Here I call on EconLog readers to try to change my mind!
Let me start with a proverbial throat clearing about what we all know is the difficulty of changing someone’s mind. It is often very difficult, and people are reluctant to change their minds. And we all tend to believe that we are all more open-minded than we actually are. That said, I TO DO I think I am more willing than most to change my mind, even on very fundamental issues that have major implications for life. Two examples: for a significant fraction of my life, I was a fairly devout and believing Christian. But I am now an atheist, because I have encountered a variety of arguments that I found convincing and so have changed my mind on the subject. (It also makes me somewhat skeptical when people say things like “there is no point in debating religion, no one ever changes their mind,” because I (I certainly did, and I know many other people who did, for the same reasons I did.) Second, I ate such a meat-heavy diet that I was pretty close to the people who follow the so-called “carnivore diet” today. But I’ve read Debate between Michael Huemer and Bryan Caplan I stopped eating meat that very day, because I found Huemer’s arguments much more powerful and convincing than Caplan’s. I had no difficulty abandoning my long-held religious beliefs or fundamentally changing my diet and lifestyle once I encountered compelling arguments that were contrary to my own views at the time.

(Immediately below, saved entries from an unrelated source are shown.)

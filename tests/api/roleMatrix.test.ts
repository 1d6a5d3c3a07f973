import { readFileSync } from 'node:fs'
import { afterAll, beforeAll, describe, expect, it } from 'vitest'
import { v7 as uuidV7 } from 'uuid'
import { buildBlock, buildGround, buildLot, buildMaterial, buildRecord, buildSite, squareAt } from '../../server/demo/buildThings.ts'
import type { Route } from '../../server/routes/defineRoute.ts'
import { ROUTES } from '../../server/routes/routes.ts'
import { createGround } from '../../server/services/ground/groundFeatures.ts'
import { createSite } from '../../server/services/ground/sites.ts'
import { buildPicture } from '../support/buildFiles.ts'
import { openHouse, PASSWORD, type Agent, type TestFarm, type TestHouse } from '../support/openHouse.ts'
import { seedThings, type SeededThings } from '../support/seedThings.ts'

const UNKNOWN = '00000000-0000-7000-8000-000000000000'
const ACTORS = ['nobody', 'owner', 'manager', 'applicator', 'certifier', 'outsider', 'expired'] as const
type Actor = (typeof ACTORS)[number]

interface World {
  farm: TestFarm
  things: SeededThings
  recordId: string
  fileId: string
  siteId: string
  groundId: string
  otherBlockId: string
  plantingId: string
  bedId: string
  eventId: string
  invitationId: string
  letterId: string
  planId: string
  jobId: string
  /** Somebody with a PIN. */
  personId: string
  phoneId: string
  sprayerId: string
  calibrationId: string
  certificateId: string
  grantId: string
  paperId: string
}

const MEASURED = { on: '2026-06-15', doneBy: 'Ada Rook', measured: { kind: 'plot', volumeL: '1', areaM2: '20' } }
const CERTIFICATE = { number: 'C-17', body: 'Thornfield Review', validFrom: '2026-02-01' }
const PICTURE = await buildPicture('png')

let house: TestHouse
let mine: World
let neighbour: World
let agents: Record<Exclude<Actor, 'nobody'>, Agent>
/** A filter that each actor keeps on the first farm. */
let filterIds: Partial<Record<Actor, string>>

beforeAll(async () => {
  house = await openHouse()
  mine = await makeWorld()
  neighbour = await makeWorld()
  const ended = await house.makeFarm({ endsOn: '2026-06-01' })
  agents = {
    owner: await house.as(mine.farm.accounts.owner),
    manager: await house.as(mine.farm.accounts.manager),
    applicator: await house.as(mine.farm.accounts.applicator),
    certifier: await house.as(mine.farm.accounts.certifier),
    outsider: await house.as(neighbour.farm.accounts.owner),
    expired: await house.as(ended.accounts.certifier),
  }
  filterIds = {}
  for (const actor of ['owner', 'manager', 'applicator', 'certifier'] as const) {
    const id = uuidV7()
    await agents[actor].post(`/api/farms/${mine.farm.id}/saved-filters`).send({ id, name: 'Kept', query: {} }).expect(201)
    filterIds[actor] = id
  }
})
afterAll(() => house.close())

async function makeWorld(): Promise<World> {
  const farm = await house.makeFarm()
  const things = await seedThings(house, farm)
  const applicator = await house.as(farm.accounts.applicator)
  const input = buildRecord(things)
  await applicator.post(`/api/farms/${farm.id}/records`).send(input).expect(201)
  const fileId = uuidV7()
  await applicator.post(`/api/farms/${farm.id}/records/${input.id}/files`).field({ id: fileId, kind: 'photo' }).attach('file', PICTURE, 'a.png').expect(201)
  await applicator.post(`/api/farms/${farm.id}/records/${input.id}/sign`).send({ password: PASSWORD }).expect(200)
  const ownerActor = await farm.actor('owner')
  const { site } = await createSite(house.services, ownerActor, buildSite())
  const { feature } = await createGround(house.services, ownerActor, buildGround())
  const owner = await house.as(farm.accounts.owner)
  const ids = { otherBlockId: uuidV7(), plantingId: uuidV7(), bedId: uuidV7(), eventId: uuidV7(), planId: uuidV7(), sprayerId: uuidV7(), calibrationId: uuidV7(), certificateId: uuidV7(), personId: uuidV7(), phoneId: uuidV7(), paperId: uuidV7() }
  await owner.post(`/api/farms/${farm.id}/blocks`).send(buildBlock({ id: ids.otherBlockId, code: 'B2', geometry: squareAt(1) })).expect(201)
  await owner.post(`/api/farms/${farm.id}/plantings`).send({ id: ids.plantingId, blockId: things.blockId, crop: 'Apple' }).expect(201)
  await owner.post(`/api/farms/${farm.id}/beds`).send({ id: ids.bedId, blockId: things.blockId, kind: 'row', fromNumber: 1, toNumber: 4, count: 4 }).expect(201)
  await applicator.post(`/api/farms/${farm.id}/farm-events`).send({ id: ids.eventId, kind: 'mown', blockIds: [things.blockId], on: '2026-06-15' }).expect(201)
  await owner.post(`/api/farms/${farm.id}/sprayers`).send({ id: ids.sprayerId, code: 'M1', name: 'Mister', tankL: '400' }).expect(201)
  await applicator.post(`/api/farms/${farm.id}/calibrations`).send({ id: ids.calibrationId, sprayerId: ids.sprayerId, ...MEASURED }).expect(201)
  await owner.post(`/api/farms/${farm.id}/certificates`).send({ id: ids.certificateId, ...CERTIFICATE }).expect(201)
  const step = buildStep(things)
  await owner.post(`/api/farms/${farm.id}/season-plans`).send({ id: ids.planId, name: 'Rounds', steps: [step] }).expect(201)
  await owner.post(`/api/farms/${farm.id}/people`).send({ id: ids.personId, name: 'Wick Ansel', pin: '481902', password: PASSWORD }).expect(201)
  await owner.post(`/api/farms/${farm.id}/shared-phones`).send({ id: ids.phoneId, name: 'Barn phone', password: PASSWORD }).expect(201)
  await owner.post(`/api/farms/${farm.id}/person-papers`).send({ id: ids.paperId, personId: ids.personId, kind: 'licence', title: 'Licence' }).expect(201)
  const { body: grants } = await owner.get(`/api/farms/${farm.id}/grants`).expect(200)
  const invitationId = uuidV7()
  await owner.post(`/api/farms/${farm.id}/invitations`).send({ id: invitationId, email: `asked-${invitationId}@farm.example`, role: 'applicator', language: 'en' }).expect(201)
  const { body: letters } = await owner.get(`/api/farms/${farm.id}/letters`).expect(200)
  return { farm, things, invitationId, letterId: (letters as { items: { id: string }[] }).items[0]?.id ?? '', grantId: grants.items[0].id, jobId: `${step.id}.${things.blockId}.2`, recordId: input.id, fileId, siteId: site.id, groundId: feature.id, ...ids }
}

So, here are a few things that I believe to be true and that I think are controversial enough that a number of readers will dispute them. Now, I’m not asking you to try to decide the issue in the comments here – there’s not much one can do in a blog post or comment. Instead, if you disagree with my view on something, What do you think would be the best, strongest and most convincing explanation of the opposing point of view? – an argument that you would personally be willing to endorse? Depending on what happens, I will pick one and read it, and I may turn my reaction into one of my in-depth critiques of several articles.
Now that that’s out of the way, here are some ideas I have in mind.

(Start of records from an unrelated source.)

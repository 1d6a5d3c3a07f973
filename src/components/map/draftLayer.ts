import { divIcon, layerGroup, marker, polygon, polyline, svg, type LatLngTuple, type LayerGroup, type Map as LeafletMap, type Renderer } from 'leaflet'
import { cornerNumbers, numbered } from './cornerNumbers.ts'
import { handleMarker } from './handleMarker.ts'
import { toLatLng } from './leafletGeometry.ts'
import type { MapDraft } from '../../composables/map/mapTypes.ts'

/** Handles on more corners than this would hide the outline. */
const MOST_HANDLES = 200

/** The outline being made: casing, edges, the edge still to come dashed, edges that cross in madder, corners, cross. */
export interface DraftLayer {
  show(draft: MapDraft | null): void
}

/** Over the blocks, under the labels. */
const PANE = 'draft'
const PANE_LAYER = '450'

export function createDraftLayer(map: LeafletMap): DraftLayer {
  map.createPane(PANE).style.zIndex = PANE_LAYER
  const renderer = svg({ padding: 0.5, pane: PANE })
  const group = layerGroup().addTo(map)
  const numbers = layerGroup().addTo(map)
  let shown: MapDraft | null = null
  function drawNumbers(): void {
    numbers.clearLayers()
    if (shown === null || shown.points.length > MOST_HANDLES) return
    for (const each of cornerNumbers(map, numbered(shown.points, 1))) numbers.addLayer(each)
  }
  map.on('zoomend', drawNumbers)
  return {
    show(draft) {
      shown = draft
      group.clearLayers()
      drawNumbers()
      if (draft === null) return
      drawOutline(group, renderer, draft)
      drawCorners(group, draft)
      if (draft.cross !== null) group.addLayer(crossMarker(toLatLng(draft.cross)))
    },
  }
}

function drawOutline(group: LayerGroup, renderer: Renderer, draft: MapDraft): void {
  const corners = draft.points.map(toLatLng)
  const [first, last] = [corners[0], corners.at(-1)]
  if (first === undefined || last === undefined || corners.length < 2) return
  const common = { renderer, smoothFactor: 0, interactive: false }
  const open = draft.closed && corners.length > 2 ? [...corners, first] : corners
  const encloses = corners.length > 2 && draft.isOpen !== true
  if (encloses) group.addLayer(polygon(corners, { ...common, className: 'map-draft-ground', stroke: false }))
  group.addLayer(polyline(open, { ...common, className: 'map-draft-case' }))
  group.addLayer(polyline(open, { ...common, className: 'map-draft-line' }))
  if (!draft.closed && encloses) {
    group.addLayer(polyline([last, first], { ...common, className: 'map-draft-closing' }))
  }
  for (const edge of draft.crossingEdges) {
    const ends = edgeEnds(corners, edge)
    if (ends !== null) group.addLayer(polyline(ends, { ...common, className: 'map-draft-crossing' }))
  }
}

function edgeEnds(corners: readonly LatLngTuple[], edge: number): LatLngTuple[] | null {
  const from = corners[edge]
  const to = corners[(edge + 1) % corners.length]
  return from === undefined || to === undefined ? null : [from, to]
}

function drawCorners(group: LayerGroup, draft: MapDraft): void {
  if (draft.points.length > MOST_HANDLES) return
  draft.points.forEach((position, index) => {
    const isEnd = !draft.closed && (index === 0 || index === draft.points.length - 1)
    group.addLayer(handleMarker(toLatLng(position), isEnd ? 'map-handle is-end' : 'map-handle'))
  })
}

/** The cross that the arrow keys move. */
export function crossMarker(at: LatLngTuple) {
  const icon = divIcon({ className: 'map-cross', iconSize: [44, 44] })
  return marker(at, { icon, interactive: false, keyboard: false, zIndexOffset: 2000 })
}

- Moral realism – the idea that there are objective moral facts about what is right and wrong, regardless of what one thinks of them. In other words, if Nazi Germany had won World War II and conquered the entire world, and all subsequent generations had been raised to believe that the Holocaust was a great good, the fact would still remain that the Holocaust was evil. While this is not exactly an unpopular view of mine (moral realism is the majority (even if philosophers don’t all agree on this, after all), there is still enough disagreement to make it worth exploring. If you lean toward moral antirealism, what book, article, or essay do you think is the best example of it?

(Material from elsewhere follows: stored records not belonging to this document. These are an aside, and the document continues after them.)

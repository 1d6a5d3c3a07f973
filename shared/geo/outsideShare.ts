import { findOverlaps } from './findOverlaps.ts'
import type { Boundary } from './geometryTypes.ts'
import { measurePolygon } from './measurePolygon.ts'

/** A drawn part may lie this share beyond its block: a shaky finger, not another field. */
export const MOST_OUTSIDE = 0.02

/** How much of a part lies outside its block, 0 to 1; 0 where the two are too fine to clip. Both are valid boundaries. */
export function outsideShare(part: Boundary, block: Boundary): number {
  const { overlaps, tooFine } = findOverlaps(part, [{ id: '', code: '', geometry: block }])
  if (tooFine.length > 0) return 0
  return Math.max(0, 1 - (overlaps[0]?.areaM2 ?? 0) / measurePolygon(part).areaM2)
}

- There is nothing morally special about the state. I do not mean that state action is never justified. I mean that nothing justifies state coercion that does not also justify individual coercion. If a situation does not justify individual coercion, it does not justify state coercion either. Again, this does not mean that justified state action is an empty set—because justified individual coercion is not an empty set either. But the two sets are equal, or so it seems to me. Furthermore, I reject what Jason Brennan said. calls the “special immunity thesis” in favor of the “moral parity thesis.” That is, the actions of the state must be evaluated by the same moral standards as those of any other person or organization, and can be legitimately resisted on the same basis. If you disagree and believe that the rightness of coercion does not depend on the circumstances creating the justification, but rather on the WHO If you believe that state agents enjoy special moral immunity from resistance when they act unjustly, which argument do you think is most compelling?
- Equality of outcomes has no intrinsic value. While equality of outcomes may have beneficial effects, these effects are only instrumental. Of course, being “merely” instrumentally beneficial does not mean that something is unimportant. But equality of outcomes has no intrinsic value. Imagine a world where poverty is immense, crippling, and equal, and another world where no one suffers from poverty but some are better off than others. Someone who believes in the intrinsic value of equality of outcomes might still accept that the second world is better. generally – they might admit that the intrinsic value of equality of outcomes is outweighed by the instrumental value of eliminating poverty. But they should still argue that there is at least a certain sense In which the first world is better, even if the second is better overall. To me, there is no sense in which the first world is better – equality of misery and suffering does not create a compensatory good by virtue of its equality. But if you think there is real, intrinsic value in equality of outcomes, what is the best argument you can make to me?
- There is no coherent concept of aggregate decisions or preferences. In other words, phrases like “we, as a society, have decided” this or that are at best misleading shorthand and at worst fundamentally incoherent. There is no meaningful sense that individual decisions can be aggregated into an aggregate social decision, or that individual preferences can somehow be transformed into a meaningful social preference. But perhaps you disagree and think that there is a deeply meaningful concept of social preferences. If so, tell me who makes the strongest argument for this and where I can find it.
I’ll stick with these four for now, but if it proves fruitful, I might try this approach again. Commenters, go for it!